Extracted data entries
━━━

//! Relative accuracy test audit (RATA) of a flow monitor against reference-method traverses
//! (40 CFR 75 Appendix A §7; calculations.md §7).
//!
//! Owns the paired-run statistics (d̄, S_d, confidence coefficient, relative accuracy), the
//! low-velocity alternative, the bias test and adjustment factor, and the limits as data. Pure
//! computation: never reads files or prints; the `rata` command formats the result.
//!
//! The equation forms and limits follow calculations.md §7, which marks them **from memory**;
//! every limit lives in [`PART_75_FLOW_LIMITS`] so it can be confirmed against the regulation
//! and corrected in one place.

use std::fmt;

use crate::uncertainty::t_975;

/// Metres per foot, exact by definition (international foot, 1959).
const M_PER_FT: f64 = 0.3048;

/// Limits of a flow-monitor RATA, with their source.
#[derive(Debug, Clone, Copy, PartialEq, serde::Serialize)]
pub struct RataLimits {
    /// Fewest runs that must remain after rejections.
    pub min_used_runs: usize,
    /// Most runs that may be rejected.
    pub max_rejected_runs: usize,
    /// Relative accuracy at or below which the test passes, %.
    pub ra_pass_percent: f64,
    /// Relative accuracy at or below which the reduced (annual) test frequency is earned, %.
    pub ra_incentive_percent: f64,
    /// Reference-method mean velocity at or below which the low-velocity alternative applies, m/s.
    pub low_velocity_threshold_m_s: f64,
    /// Low-velocity alternative: largest |RM_avg − CEM_avg| that passes, m/s.
    pub low_velocity_pass_m_s: f64,
    /// Low-velocity alternative: largest |RM_avg − CEM_avg| that earns the annual frequency, m/s.
    pub low_velocity_incentive_m_s: f64,
    /// Where the limits come from, for the report.
    pub source: &'static str,
}

/// Part 75 flow-monitor limits (calculations.md §7): ≥ 9 used runs, ≤ 3 rejected; RA ≤ 10.0 %
/// (≤ 7.5 % for the annual frequency); when RM_avg ≤ 10 ft/s, alternatively |RM_avg − CEM_avg|
/// ≤ 2.0 ft/s (1.5 ft/s). From memory, to confirm against 40 CFR 75 App. A §7 and App. B §2.3.
pub const PART_75_FLOW_LIMITS: RataLimits = RataLimits {
    min_used_runs: 9,
    max_rejected_runs: 3,
    ra_pass_percent: 10.0,
    ra_incentive_percent: 7.5,
    low_velocity_threshold_m_s: 10.0 * M_PER_FT,
    low_velocity_pass_m_s: 2.0 * M_PER_FT,
    low_velocity_incentive_m_s: 1.5 * M_PER_FT,
    source: "40 CFR 75 App. A §7 / App. B §2.3 (from memory, to confirm)",
};

/// What the paired values are. The low-velocity alternative needs velocities.
#[derive(Debug, Clone, Copy, PartialEq, Eq)]
pub enum RataQuantity {
    /// Values are gas velocities in m/s.
    VelocityMS,
    /// Values are volumetric flows, all in one unit of the caller's choice.
    Flow,
}

/// One reference-method run paired with the monitor's value over the same period.
#[derive(Debug, Clone, PartialEq)]
pub struct RataRun {
    id: String,
    reference: f64,
    monitor: f64,
    rejection: Option<String>,
}
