impl Engine {
    /// Loads the embedded fonts and builds the standard library. Takes a few milliseconds
    /// (release); build it once and reuse it.
    pub fn new() -> Engine {
        let sans: [&'static [u8]; 4] = [
            dejavu::sans::regular(),
            dejavu::sans::bold(),
            dejavu::sans::oblique(),
            dejavu::sans::bold_oblique(),
        ];
        let fonts: Vec<Font> = typst_assets::fonts()
            .chain(sans)
            .flat_map(|data| Font::iter(Bytes::new(data)))
            .collect();
        let book = FontBook::from_fonts(&fonts);
        Engine {
            library: LazyHash::new(Library::builder().build()),
            book: LazyHash::new(book),
            fonts,
        }
    }

    /// Font families the engine can use (for messages and tests).
    pub fn font_families(&self) -> Vec<String> {
        let mut families: Vec<String> = self
            .book
            .families()
            .map(|(name, _)| name.to_string())
            .collect();
        families.dedup();
        families
    }

    /// Renders the signed-off test report with the built-in template.
    pub fn render_report(
        &self,
        data: &ReportData,
        options: &RenderOptions,
    ) -> Result<Rendered, RenderError> {
        self.report_job(data, options, REPORT_TEMPLATE, REPORT_NAME)
    }

    /// Renders the report with a user template against the same data, charts and attachments.
    /// Diagnostics name the template by `template.display_name`.
    pub fn render_report_with_template(
        &self,
        template: &UserTemplate,
        data: &ReportData,
        options: &RenderOptions,
    ) -> Result<Rendered, RenderError> {
        self.report_job(data, options, &template.text, &template.display_name)
    }

    /// Renders a blank field data sheet for a plane. `date` is the document date (e.g. the planned
    /// test date, or one derived from `SOURCE_DATE_EPOCH`).
    pub fn render_field_sheet(
        &self,
        sheet: &FieldSheetData,
        date: chrono::NaiveDate,
    ) -> Result<Rendered, RenderError> {
        sheet.validate()?;
        let charts = Charts {
            plane: plane_svg(&sheet.plane, &sheet.units),
            runs: Vec::new(),
        };
        let meta = Meta {
            title: &sheet.title,
            author: vec![sheet.software.as_str()],
            keywords: vec!["field data sheet".into(), "velocity traverse".into()],
            description: format!(
                "Blank velocity traverse data sheet: {}",
                sheet.plane_location.as_deref().unwrap_or(&sheet.title)
            ),
            date: meta_date(date),
            attachments: Vec::new(),
        };
        self.run(Job {
            template: FIELD_SHEET_TEMPLATE,
            template_name: FIELD_SHEET_NAME,
            data: to_json(sheet)?,
            charts: to_json(&charts)?,
            meta: to_json(&meta)?,
            attachments: &[],
            date,
            ident: format!(
                "annulus-field-sheet/{}/{}",
                sheet.title,
                sheet.plane_location.as_deref().unwrap_or_default()
            ),
            standard: PdfStandard::A_2b,
        })
    }

    fn report_job(
        &self,
        data: &ReportData,
        options: &RenderOptions,
        template: &str,
        template_name: &str,
    ) -> Result<Rendered, RenderError> {
        data.validate()?;
        check_unique(&options.attachments)?;
        let charts = report_charts(data);
        let h = &data.header;
        let mut author = vec![data.signoff.tested_by.as_str()];
        if !data.signoff.organisation.is_empty() {
            author.push(data.signoff.organisation.as_str());
        }
        author.retain(|a| !a.trim().is_empty());
        let meta = Meta {
            title: &h.title,
            author,
            keywords: vec![
                "velocity traverse".into(),
                "flow test report".into(),
                data.conditions.convention_id.clone(),
                h.report_id.clone(),
                format!("sha256:{}", h.content_sha256),
            ],
            description: format!(
                "Flow test report {} — {}, {}; content SHA-256 {}",
                h.report_id, h.site, h.plane_location, h.content_sha256
            ),
            date: meta_date(options.date),
            attachments: meta_attachments(&options.attachments),
        };
        self.run(Job {
            template,
            template_name,
            data: to_json(data)?,
            charts: to_json(&charts)?,
            meta: to_json(&meta)?,
            attachments: &options.attachments,
            date: options.date,
            ident: format!("annulus-report/{}/{}", h.report_id, h.content_sha256),
            standard: PdfStandard::A_3b,
        })
    }

    /// Compiles and exports one job in a world that serves exactly its files.
    pub(crate) fn run(&self, job: Job<'_>) -> Result<Rendered, RenderError> {
        use chrono::Datelike;
        let today = u8::try_from(job.date.month())
            .ok()
            .zip(u8::try_from(job.date.day()).ok())
            .and_then(|(m, d)| Datetime::from_ymd(job.date.year(), m, d))
            .ok_or(RenderError::Date { date: job.date })?;
        let main = file_id("/main.typ")?;
        let template = file_id("/template.typ")?;
        let mut files = vec![
            (file_id("/data.json")?, job.data),
            (file_id("/charts.json")?, job.charts),
            (file_id("/meta.json")?, job.meta),
        ];
        for (i, a) in job.attachments.iter().enumerate() {
            files.push((
                file_id(&format!("/attachments/{i}"))?,
                Bytes::new(a.bytes().to_vec()),
            ));
        }
        let world = RenderWorld {
            engine: self,
            main,
            sources: vec![
                (Source::new(main, MAIN.to_string()), MAIN_NAME.to_string()),
                (
                    Source::new(template, job.template.to_string()),
                    job.template_name.to_string(),
                ),
            ],
            files,
            today,
        };
        let result = compile_and_export(&world, job.ident, job.standard);
        // Free the memoisation caches of this render; a batch would otherwise keep growing.
        typst::comemo::evict(0);
        result
    }
}

pub(crate) fn meta_date(date: chrono::NaiveDate) -> MetaDate {
    use chrono::Datelike;
    MetaDate {
        year: date.year(),
        month: date.month(),
        day: date.day(),
    }
}

fn compile_and_export(
    world: &RenderWorld<'_>,
    ident: String,
    standard: PdfStandard,
) -> Result<Rendered, RenderError> {
    let Warned { output, warnings } = typst::compile::<PagedDocument>(world);
    let warnings: Vec<Diagnostic> = warnings.iter().map(|d| world.resolve(d)).collect();
    let document = output.map_err(|errors| {
        RenderError::Template(errors.iter().map(|d| world.resolve(d)).collect())
    })?;
    // The layout's memoisation caches are not needed for the export: freed here, they do not add
    // to the export's peak (a few per cent of a 1,600-point report's peak, measured with
    // benches/timing.py's grid; the caches are freed again after the export for batches).
    typst::comemo::evict(0);
    let standards = PdfStandards::new(&[standard])
        .map_err(|e| RenderError::Internal(format!("PDF standard: {}", e.message())))?;
    let options = PdfOptions {
        ident: Smart::Custom(ident),
        creator: Smart::Custom(Some(format!("annulus {}", env!("CARGO_PKG_VERSION")))),
        timestamp: None,
        page_ranges: None,
        standards,
        tagged: true,
        pretty: false,
    };
    let pdf = typst_pdf::pdf(&document, &options)
        .map_err(|errors| RenderError::Export(errors.iter().map(|d| world.resolve(d)).collect()))?;
    Ok(Rendered { pdf, warnings })
}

━━━

TASK PROMPT: Go through the records and pull out each line that includes the word "method".

ANSWER:
//! Relative accuracy test audit (RATA) of a flow monitor against reference-method traverses
    /// Reference-method mean velocity at or below which the low-velocity alternative applies, m/s.
/// One reference-method run paired with the monitor's value over the same period.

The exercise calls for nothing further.